SUPPLIED MATERIAL below:
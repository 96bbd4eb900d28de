// Throughput of the machine-model validator and the component line catalogue (figures only; nothing is asserted).
import { readFileSync } from 'node:fs';
import { componentLines, flagLines, loadMachineModel, parseMachineModel } from '../packages/kinematics/src/index.ts';

const text = readFileSync(new URL('../fixtures/machines/aeration-mixer-2.json', import.meta.url), 'utf8');
const model = loadMachineModel(text);

function rate(name: string, run: () => void, minMs = 1500): void {
  for (let i = 0; i < 50; i++) run();
  let n = 0;
  const t0 = performance.now();
  while (performance.now() - t0 < minMs) {
    run();
    n++;
  }
  const ms = (performance.now() - t0) / n;
  console.log(`${name.padEnd(52)} ${(1000 / ms).toFixed(0).padStart(8)} /s  (${(ms * 1000).toFixed(1)} µs each)`);
}

rate('parseMachineModel (example, JSON text)', () => { parseMachineModel(text); });
rate('componentLines (example, defaults)', () => { componentLines(model, 24.6667); });
const many = componentLines(model, 24.6667, { sidebands: 10, maxHarmonic: { 'shaft-harmonic': 40, 'gear-mesh': 6 } });
rate(`componentLines (example, ${many.length} lines)`, () => { componentLines(model, 24.6667, { sidebands: 10, maxHarmonic: { 'shaft-harmonic': 40, 'gear-mesh': 6 } }); });
rate(`flagLines (${many.length} lines, 0.25 Hz resolution)`, () => { flagLines(many, { sampleRateHz: 25600, frequencyResolutionHz: 0.25 }); });
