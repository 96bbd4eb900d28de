// Trend query latency on a year of hourly recordings for a fleet of 1,000 machines, on the PostgreSQL
// server (BENCH_DATABASE_URL, default postgres://postgres@127.0.0.1:5432/postgres; a scratch database is
// created and dropped). The data are made server-side with generate_series. Prints p50/p95; asserts nothing.
//
//   FLEET_MACHINES (default 1000)  machines, one vibration point each
//   TREND_MACHINES (default 250)   of those, how many get the full hourly series in trend_values
//                                  (the daily roll-up is made for every machine either way). The
//                                  default keeps this file under a minute; TREND_MACHINES=1000 takes
//                                  about 80 s to generate 8.76 million values on 2 cores.
//
// The scratch database drops the foreign key from trend_values to recordings, so the hourly values can be
// generated without also generating 8.76 million recordings with their samples; no measured query reads
// recordings. Everything else is the service's own schema (migrations/) and queries (services/api/src/store.ts).
import postgres from 'postgres';
import { migrate } from '../services/api/src/migrate.js';
import { fleetRanking, trendBuckets, weeklySparklines, type Bucket } from '../services/api/src/store.js';

const baseUrl = process.env.BENCH_DATABASE_URL ?? 'postgres://postgres@127.0.0.1:5432/postgres';
const MACHINES = Number(process.env.FLEET_MACHINES ?? 1000);
const WITH_SERIES = Math.min(MACHINES, Number(process.env.TREND_MACHINES ?? 250));
const HOURS = 365 * 24;
const END = new Date(Date.UTC(2025, 11, 31, 23, 0, 0));
const START = new Date(END.getTime() - (HOURS - 1) * 3_600_000);
// the bench's values belong to no stored recording (see above); one fixed id keeps generation quick
const NO_RECORDING = '00000000-0000-0000-0000-000000000000';

function percentile(sorted: number[], p: number): number {
  return sorted[Math.min(sorted.length - 1, Math.floor(p * sorted.length))]!;
}

async function measure(label: string, runs: number, f: (i: number) => Promise<unknown>): Promise<void> {
  for (let i = 0; i < 5; i++) await f(i); // warm-up: plans, caches
  const ms: number[] = [];
  for (let i = 0; i < runs; i++) {
    const t0 = performance.now();
    await f(i);
    ms.push(performance.now() - t0);
  }
  ms.sort((a, b) => a - b);
  console.log(`${label.padEnd(58)} p50 ${percentile(ms, 0.5).toFixed(2).padStart(7)} ms   p95 ${percentile(ms, 0.95).toFixed(2).padStart(7)} ms   (${runs} runs)`);
}

async function main(): Promise<void> {
  const admin = postgres(baseUrl, { max: 1, onnotice: () => {} });
  try {
    await admin`select 1`;
  } catch (err) {
    console.log(`trends bench skipped: no PostgreSQL at ${baseUrl} (${(err as Error).message})`);
    await admin.end();
    return;
  }
  const name = `kinespec_bench_trends_${Date.now()}`;
  await admin.unsafe(`create database ${name}`);
  const url = new URL(baseUrl);
  url.pathname = `/${name}`;
  const sql = postgres(url.toString(), { max: 4, onnotice: () => {}, connection: { TimeZone: 'UTC' } });
  try {
    await migrate(sql);
    await sql`alter table trend_values drop constraint trend_values_recording_id_fkey`;
    const t0 = performance.now();
    const [site] = await sql<{ id: string }[]>`insert into sites (name) values ('bench fleet') returning id`;
    await sql`insert into machines (site_id, machine_key, name, current_model_version)
      select ${site!.id}, 'machine-' || lpad(i::text, 4, '0'), 'Machine ' || i, 1 from generate_series(1, ${MACHINES}) as i`;
    await sql`insert into points (machine_id, point_key, quantity, unit, iso_group, iso_foundation)
      select id, 'de-h', 'acceleration', 'g', 2, 'rigid' from machines`;
    // the indexes are built after the bulk insert (as a restore would), then the tables analysed
    await sql`drop index trend_values_series`;
    await sql`drop index trend_values_recording`;
    await sql`drop index trend_daily_window`;
    // hourly overall velocity: a slow drift per machine, a daily swing and some noise
    await sql`
      insert into trend_values (point_id, indicator, recorded_at, recording_id, analysis_id, value)
      select p.id, 'velocity_rms_mm_per_s', t, ${NO_RECORDING}::uuid, ${NO_RECORDING}::uuid,
        1.0 + (p.id % 7) * 0.2 + 0.5 * extract(epoch from t - ${START}) / ${HOURS * 3600}
          + 0.1 * sin(extract(epoch from t) / 86400.0 * 2 * pi()) + 0.05 * random()
      from points p
      cross join generate_series(${START}::timestamptz, ${END}::timestamptz, interval '1 hour') as t
      where p.id <= ${WITH_SERIES}`;
    const tValues = performance.now();
    await sql`create unique index trend_values_series on trend_values (point_id, indicator, recorded_at, recording_id) include (value)`;
    await sql`create index trend_values_recording on trend_values (recording_id)`;
    const tIndex = performance.now();
    // the daily roll-up of every machine (24 values a day), as the ingest keeps it
    await sql`
      insert into trend_daily (point_id, indicator, day, count, sum, min, max, last_value, last_at)
      select p.id, 'velocity_rms_mm_per_s', d::date, 24, 24 * v, v - 0.1, v + 0.1, v, d + interval '23 hours'
      from points p
      cross join generate_series(${START}::timestamptz, ${END}::timestamptz, interval '1 day') as d
      cross join lateral (select 1.0 + (p.id % 7) * 0.2 + 0.5 * extract(epoch from d - ${START}) / ${HOURS * 3600} as v) x`;
    await sql`create index trend_daily_window on trend_daily (indicator, day, point_id) include (sum, count)`;
    await sql`vacuum analyze`;
    const [counts] = await sql<{ values: number; daily: number }[]>`
      select (select count(*)::int from trend_values) as values, (select count(*)::int from trend_daily) as daily`;
    console.log(
      `data: ${MACHINES} machines, ${WITH_SERIES} with hourly series: ${counts!.values.toLocaleString('en')} trend values ` +
        `(${((tValues - t0) / 1000).toFixed(1)} s to generate, ${((tIndex - tValues) / 1000).toFixed(1)} s to index), ${counts!.daily.toLocaleString('en')} daily roll-up rows; ` +
        `ready in ${((performance.now() - t0) / 1000).toFixed(1)} s`,
    );
    if (WITH_SERIES < MACHINES) console.log(`(hourly series for ${WITH_SERIES} of ${MACHINES} machines: a stated fraction)`);

    const pointIds = (await sql<{ id: number }[]>`select id from points where id <= ${WITH_SERIES} order by id`).map((r) => r.id);
    const pick = (i: number) => pointIds[(i * 7919) % pointIds.length]!;
    const series = (bucket: Bucket, days: number) => (i: number) =>
      trendBuckets(sql, {
        pointId: pick(i),
        indicator: 'velocity_rms_mm_per_s',
        bucket,
        from: new Date(END.getTime() - days * 86_400_000),
        to: new Date(END.getTime() + 3_600_000),
      });
    await measure('trend, one point, a year by ISO week (8,760 values)', 200, series('week', 365));
    await measure('trend, one point, a year by month', 200, series('month', 365));
    await measure('trend, one point, 90 days by day (2,160 values)', 200, series('day', 90));
    await measure('trend, one point, 4 weeks by day', 200, series('day', 28));
    await measure(`fleet ranking, ${MACHINES} machines, last 4 weeks`, 50, () =>
      fleetRanking(sql, { siteId: site!.id, indicators: ['velocity_rms_mm_per_s'], weeks: 4, asOf: END, limit: 20 }));
    await measure(`fleet ranking, ${MACHINES} machines, last 12 weeks`, 50, () =>
      fleetRanking(sql, { siteId: site!.id, indicators: ['velocity_rms_mm_per_s'], weeks: 12, asOf: END, limit: 20 }));
    await measure(`machine list sparklines, ${MACHINES} machines, 12 weeks`, 20, () =>
      weeklySparklines(sql, { siteId: site!.id, indicator: 'velocity_rms_mm_per_s', from: new Date(END.getTime() - 84 * 86_400_000) }));
  } finally {
    await sql.end();
    await admin.unsafe(`drop database if exists ${name} with (force)`);
    await admin.end();
  }
}

await main();
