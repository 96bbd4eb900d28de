// Signature throughput: closed-form Fourier series, fft.js series, partial sums, the torsional eigenproblem and
// whole predictions on the example machine. Prints figures; asserts nothing.
import { readFileSync } from 'node:fs';
import { loadMachineModel } from '@kinespec/kinematics';
import {
  faultCandidates, fourierSeries, partialSumWaveform, predictSignature, sampledFourierSeries, torsionalModes, toothDropExcitation,
} from '../packages/signatures/src/index.js';

function time(label: string, runs: number, f: () => unknown): void {
  f();
  const t0 = performance.now();
  for (let i = 0; i < runs; i++) f();
  const ms = (performance.now() - t0) / runs;
  process.stdout.write(`${label.padEnd(58)} ${ms.toFixed(3).padStart(10)} ms/run\n`);
}

const drop = toothDropExcitation({ teeth: 67, rippleFraction: 0.1, harmonics: 201 });
time('fourierSeries: tooth drop + ripple, Z = 67, 201 harmonics', 50, () => fourierSeries(drop.segments!, 201));
const many = Array.from({ length: 256 }, (_, i) => ({ kind: 'linear' as const, startFraction: i / 256, endFraction: (i + 1) / 256, startValue: Math.sin(i), endValue: Math.sin(i + 1) }));
time('fourierSeries: 256 linear segments, 1000 harmonics', 5, () => fourierSeries(many, 1000));
const x = new Float64Array(65536).map((_, i) => Math.cos((2 * Math.PI * 3 * i) / 65536) ** 3);
time('sampledFourierSeries: 65536 samples (fft.js), 1000 harmonics', 20, () => sampledFourierSeries(x, 1000));
const square = fourierSeries([{ kind: 'constant', startFraction: 0, endFraction: 0.5, value: 1 }, { kind: 'constant', startFraction: 0.5, endFraction: 1, value: -1 }], 999);
time('partialSumWaveform: 999 harmonics at 4000 points', 5, () => partialSumWaveform(square, { harmonics: 999, points: 4000 }));
for (const n of [10, 50, 200]) {
  const chain = { inertiasKgM2: Array.from({ length: n }, (_, i) => 0.1 + (i % 7) * 0.05), springs: Array.from({ length: n - 1 }, (_, i) => ({ from: i, to: i + 1, stiffnessNmPerRad: 1e4 * (1 + (i % 5)) })) };
  time(`torsionalModes: free chain of ${n} inertias`, n > 100 ? 3 : 20, () => torsionalModes(chain, { dampingRatio: 0.02 }));
}
const model = loadMachineModel(readFileSync(new URL('../fixtures/machines/aeration-mixer-2.json', import.meta.url), 'utf8'));
const candidates = faultCandidates(model);
time(`predictSignature: all ${candidates.length} candidates of aeration-mixer-2`, 5, () => candidates.map((c) => predictSignature(model, { fault: c.fault, component: c.component })));
time('predictSignature: missing tooth on wheel-1 (201 lines)', 20, () => predictSignature(model, { fault: 'gear-missing-tooth', component: 'wheel-1' }));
End of SUPPLIED MATERIAL.
▸ **BRIEF**
Look through the entries and find each line that has the string "weeklySparklines". Copy those lines.

▸ **RESPONSE BELOW**
import { fleetRanking, trendBuckets, weeklySparklines, type Bucket } from '../services/api/src/store.js';
      weeklySparklines(sql, { siteId: site!.id, indicator: 'velocity_rms_mm_per_s', from: new Date(END.getTime() - 84 * 86_400_000) }));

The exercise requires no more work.